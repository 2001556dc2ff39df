"""Label noise: find likely mislabels with models that never saw the row they judge.

Editing methods (ENN and its relatives) let a row's neighbours vote; where
classes overlap, most of the rows they remove carry correct labels. The
methods here ask a committee of different classifiers, each fitted without
the row (out of fold), and act only where the committee agrees:

* ``committee``: the majority or consensus filter of Brodley and Friedl (1999);
* ``ipf``: the iterative partitioning filter of Khoshgoftaar and Rebours (2007);
* ``class-thresholds``: per-class thresholds on out-of-fold probabilities, as
  in the confident learning of Northcutt, Jiang and Chuang (2021).

Every one scores each row with its **doubt**: one minus the out-of-fold
probability of its own label, averaged over the committee
(``Selection.scores["doubt"]``), and takes ``action`` = ``remove``,
``relabel`` or ``report`` (see :mod:`curate.methods._flags`).
"""

from __future__ import annotations

from typing import Any

import numpy as np

from curate.methods._confident import confident_joint, threshold_flags
from curate.methods._flags import ACTIONS, Flags, describe_vote, share
from curate.methods._members import DEFAULT_MODELS, describe_models, models_problem, parse_models
from curate.methods._oof import (
    OutOfFold,
    coordinates,
    doubt,
    make_folds,
    member_proba,
    out_of_fold,
    sample_rows,
)
from curate.methods.base import MethodInfo, Selection, encode
from curate.settings import Param
from curate.space.points import Space

__all__ = ["CLASS_THRESHOLDS", "COMMITTEE", "IPF", "class_thresholds", "committee",
           "confident_joint", "ipf", "threshold_flags"]  # the last two from _confident


# IPF fits every member on every part in every round: cheap members (see ipf's docstring).
IPF_MODELS = ("knn", "linear")
# Models other than the k-NN vote learn from at most this many rows per fold: a forest of
# 100 trees grown on 800,000 rows takes most of an hour on 2 cores, and a few dozen
# parameters are estimated as well from 20,000 (see benchmarks/bench_noise.py --rows).
FIT_ROWS = 20_000


def _seed(seed: int) -> int:
    """A seed scikit-learn accepts (0 to 2**32 - 1); the same for the same stage seed."""
    return seed % 2**32


def _committee_oof(space: Space, codes: np.ndarray, names: np.ndarray, models: Any,
                   folds: int, seed: int, method: str, fit_rows: int) -> OutOfFold:
    members = parse_models(models)
    fold = make_folds(codes, folds, _seed(seed), names, method)
    return out_of_fold(space, codes, len(names), members, fold, _seed(seed), fit_rows)


def _evidence(oof: OutOfFold, i: int) -> dict[str, Any]:
    if oof.neighbours is None or oof.distances is None:
        return {}
    return {"neighbours": oof.neighbours[i], "distances": oof.distances[i]}


def _info(models: Any, folds: int, scores: np.ndarray, **more: Any) -> dict[str, Any]:
    return {"models": describe_models(parse_models(models)), "folds": folds,
            "mean_doubt": float(scores.mean()) if len(scores) else 0.0, **more}


def _one_class(n: int, names: np.ndarray, action: str, info: dict[str, Any]) -> Selection:
    """One class only: no other label to suggest, nothing to doubt."""
    return Flags(n, names).selection(action, info, {"doubt": np.zeros(n)})


def committee(space: Space, labels: np.ndarray, *, removable: np.ndarray, seed: int = 0,
              models: Any = DEFAULT_MODELS, folds: int = 5, vote: str = "consensus",
              min_doubt: float = 0.75, fit_rows: int = FIT_ROWS,
              action: str = "remove") -> Selection:
    """Brodley and Friedl's ensemble filter: flag rows the out-of-fold committee gets wrong.

    Each member is fitted on the other folds and predicts the rows of the
    held-out fold (its most probable class; ties go to the first class in
    sorted order). A row is flagged when more than half of the members
    (``vote = "majority"``) or all of them (``"consensus"``) predict another
    label than its own, and its doubt is at least ``min_doubt`` (the
    committee's mean probability of its label at most ``1 - min_doubt``);
    ``min_doubt = 0`` is Brodley and Friedl's filter as published. The
    suggested label is the one most members vote for (ties: the higher mean
    probability). Every row gets a doubt score.

    Why the defaults (consensus, ``min_doubt = 0.75``): where classes overlap,
    correct rows near the border are often outvoted, but rarely with the
    whole committee sure of it; on the open tables of
    ``benchmarks/bench_noise.py`` they lift mean precision from 0.60 (recall 0.95) to 0.81
    at recall 0.84 (10% flipped labels).

    When not to use it: on tables with few rows per class (every class needs
    ``folds`` rows and each member must learn from the rest), or where
    classes overlap by nature and the "wrong" rows are real cases; use
    ``action = "report"`` first and read the doubt distribution.

    Examples
    --------
    >>> x = [[0.0], [0.1], [0.2], [0.3], [0.4], [5.0], [5.1], [5.2], [5.3], [5.4]]
    >>> y = np.array(["a", "a", "b", "a", "a", "b", "b", "b", "b", "b"])
    >>> sel = committee(Space.from_matrix(x), y, removable=np.ones(10, bool),
    ...                 models=[{"model": "knn", "params": {"k": 3}}], folds=2, min_doubt=0.5)
    >>> sel.removed.tolist(), sel.suggested[2], sel.detail[0]
    ([2], 'a', "out-of-fold probability of its label 'b' 0.33; the committee votes 1 of 1 for 'a'")
    """
    names, codes = encode(labels)
    if len(names) < 2:
        return _one_class(space.n, names, action, {"folds": folds, "vote": vote})
    oof = _committee_oof(space, codes, names, models, folds, seed, "committee", fit_rows)
    mean = oof.mean()
    scores = doubt(mean, codes)
    predicted = oof.predicted()
    members = predicted.shape[0]
    wrong = (predicted != codes).sum(axis=0)
    flagged = wrong > members / 2 if vote == "majority" else wrong == members
    flagged &= scores >= min_doubt
    out = Flags(space.n, names)
    for i in np.flatnonzero(flagged & removable):
        votes = np.bincount(predicted[:, i], minlength=len(names))
        others = [c for c in range(len(names)) if c != codes[i]]
        pick = max(others, key=lambda c: (votes[c], mean[i, c], -c))
        out.add(int(i), pick, "committee-disagrees",
                f"out-of-fold probability of its label {str(names[codes[i]])!r} "
                f"{share(mean[i, codes[i]])}; "
                + describe_vote(votes, names, int(codes[i]), members, "the committee votes"),
                **_evidence(oof, int(i)))
    return out.selection(action, _info(models, folds, scores, vote=vote, min_doubt=min_doubt),
                         {"doubt": scores})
....
> _WORK REQUIRED_: Copy out each line of the records that holds the string "Brodley".

> _ANSWER BOX_:
* ``committee``: the majority or consensus filter of Brodley and Friedl (1999);
    """Brodley and Friedl's ensemble filter: flag rows the out-of-fold committee gets wrong.
    ``min_doubt = 0`` is Brodley and Friedl's filter as published. The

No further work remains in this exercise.